RECORDED INFORMATION »
"""How a stream is cut into batches, and what other rows do in it, changes no verdict."""

import numpy as np
import pytest
from hypothesis import given, settings
from hypothesis import strategies as st

from charts.feeding import comparable, every_way, in_cuts, judged, readings_of
from quietmill.charts.bank import NOTICES_AT_ONCE, Bank
from quietmill.model import COUNTS, NELSON, RECENT_POINTS, Cusum, Detector, Ewma, Notice, Rule

EVERYTHING = Detector(
    0.0,
    1.0,
    rules={rule: COUNTS[rule][0] if rule in COUNTS else 0 for rule in NELSON},
    ewma=Ewma(0.1, 2.814),
    cusum=Cusum(0.5, 5),
    spread_signals=True,
    quiet_points=3,
)
DETECTORS = [
    EVERYTHING,
    Detector(0.0, 1.0, rules={Rule.BEYOND_LIMITS: 2}, points_kept=1, quiet_points=1),
    Detector(0.0, 1.0, cusum=Cusum(0.25, 3, 1.5, ceiling=2), points_kept=2),
    Detector(0.0, 1.0, rules={Rule.SAME_SIDE: 4}, points_kept=1000, side="low"),
]


def stream(count: int, seed: int) -> np.ndarray:
    draw = np.random.default_rng(seed)
    values = draw.normal(size=count) + np.where(np.arange(count) % 90 > 60, 1.2, 0.0)
    readings = readings_of(values)
    readings["row"] = draw.integers(0, len(DETECTORS), count)
    return readings


@settings(max_examples=30, deadline=None)
@given(st.integers(0, 10**6), st.integers(2, 300))
def test_every_cut_and_interleaving_gives_the_same_verdicts(seed: int, count: int) -> None:
    first, *others = (comparable(verdicts) for verdicts in every_way(DETECTORS, stream(count, seed), seed))
    for other in others:
        assert other == first


def test_a_row_alone_is_judged_as_among_others() -> None:
    readings = stream(2000, 5)
    together = {row: rest for row, *rest in comparable(in_cuts(DETECTORS, readings, []))}
    for row, detector in enumerate(DETECTORS):
        own = readings[readings["row"] == row].copy()
        own["row"] = 0
        verdicts = Bank([detector]).judge(own)
        verdicts.points["row"] = row
        verdicts.notices["row"] = row
        assert [rest for _, *rest in comparable(verdicts)] == [together[row]]


def test_readings_are_not_touched() -> None:
    readings = stream(500, 7)
    before = readings.tobytes()
    in_cuts(DETECTORS, readings, [100])
    assert readings.tobytes() == before


def test_more_notices_than_the_walk_holds_at_once_lose_nothing() -> None:
    values = np.tile([5.0, 0.0], 3 * NOTICES_AT_ONCE)
    detector = Detector(0.0, 1.0, rules={Rule.BEYOND_LIMITS: 3}, quiet_points=1)
    verdicts = judged(detector, values)
    assert verdicts.notices["kind"].tolist() == [Notice.RAISED, Notice.RETURNED] * (3 * NOTICES_AT_ONCE)
    assert verdicts.points["number"][verdicts.notices["point"]].tolist() == list(range(1, len(values) + 1))


@pytest.mark.parametrize("kept", [1, 2, 24, 64, 1000])
def test_an_event_shows_the_last_points_as_far_as_they_are_kept(kept: int) -> None:
    values = [*np.linspace(-0.5, 0.5, 99), 9.0]
    verdicts = judged(Detector(0.0, 1.0, rules={Rule.BEYOND_LIMITS: 3}, points_kept=kept), values)
    notice, shown = verdicts.notices[0], verdicts.recent[0]
    count = min(kept, RECENT_POINTS)
    assert int(notice["recent"]) == count
    assert shown["number"][:count].tolist() == list(range(101 - count, 101))
    assert shown["value"][:count].tolist() == values[-count:]


def test_an_empty_batch_says_nothing() -> None:
    verdicts = Bank(DETECTORS).judge(readings_of([]))
    assert [len(part) for part in verdicts] == [0, 0, 0, 0, 0]


def test_a_bank_takes_no_memory_as_it_judges() -> None:
    bank = Bank(DETECTORS)
    sizes = [array.nbytes for array in (bank.rows, bank.state, bank.pool)]
    for seed in range(20):
        bank.judge(stream(2000, seed))
    assert [array.nbytes for array in (bank.rows, bank.state, bank.pool)] == sizes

PROBLEM STATEMENT » Would you show every line in the data above that contains the string "rules"?

RESPONSE BOX »
    rules={rule: COUNTS[rule][0] if rule in COUNTS else 0 for rule in NELSON},
    Detector(0.0, 1.0, rules={Rule.BEYOND_LIMITS: 2}, points_kept=1, quiet_points=1),
    Detector(0.0, 1.0, rules={Rule.SAME_SIDE: 4}, points_kept=1000, side="low"),
    detector = Detector(0.0, 1.0, rules={Rule.BEYOND_LIMITS: 3}, quiet_points=1)
    verdicts = judged(Detector(0.0, 1.0, rules={Rule.BEYOND_LIMITS: 3}, points_kept=kept), values)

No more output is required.